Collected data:
Start of Block

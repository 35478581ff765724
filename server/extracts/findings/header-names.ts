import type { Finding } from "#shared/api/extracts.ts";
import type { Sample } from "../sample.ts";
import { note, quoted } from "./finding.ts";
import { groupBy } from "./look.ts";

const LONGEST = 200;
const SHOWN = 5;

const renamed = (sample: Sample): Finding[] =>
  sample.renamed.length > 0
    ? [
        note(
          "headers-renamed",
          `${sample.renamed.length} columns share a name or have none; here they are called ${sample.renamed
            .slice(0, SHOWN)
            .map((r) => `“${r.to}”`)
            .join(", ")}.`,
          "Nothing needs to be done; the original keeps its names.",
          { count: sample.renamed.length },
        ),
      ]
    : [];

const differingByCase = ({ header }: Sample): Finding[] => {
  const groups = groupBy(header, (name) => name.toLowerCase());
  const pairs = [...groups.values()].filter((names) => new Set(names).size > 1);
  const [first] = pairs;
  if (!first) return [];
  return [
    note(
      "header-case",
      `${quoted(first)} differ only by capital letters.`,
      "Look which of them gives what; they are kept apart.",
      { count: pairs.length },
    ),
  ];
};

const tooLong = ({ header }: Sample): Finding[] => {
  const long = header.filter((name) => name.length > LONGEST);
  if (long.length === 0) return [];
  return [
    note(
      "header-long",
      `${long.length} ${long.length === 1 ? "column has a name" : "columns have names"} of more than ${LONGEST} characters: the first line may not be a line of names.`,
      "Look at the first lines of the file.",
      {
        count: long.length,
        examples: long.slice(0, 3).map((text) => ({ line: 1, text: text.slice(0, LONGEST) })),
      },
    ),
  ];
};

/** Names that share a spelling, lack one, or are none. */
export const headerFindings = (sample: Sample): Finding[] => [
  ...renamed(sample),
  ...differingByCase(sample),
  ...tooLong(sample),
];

End of Block

TASK TO COMPLETE
If a line in the entries above contains the word "columns", copy it.

EXPECTED ANSWER
          `${sample.renamed.length} columns share a name or have none; here they are called ${sample.renamed
      `${long.length} ${long.length === 1 ? "column has a name" : "columns have names"} of more than ${LONGEST} characters: the first line may not be a line of names.`,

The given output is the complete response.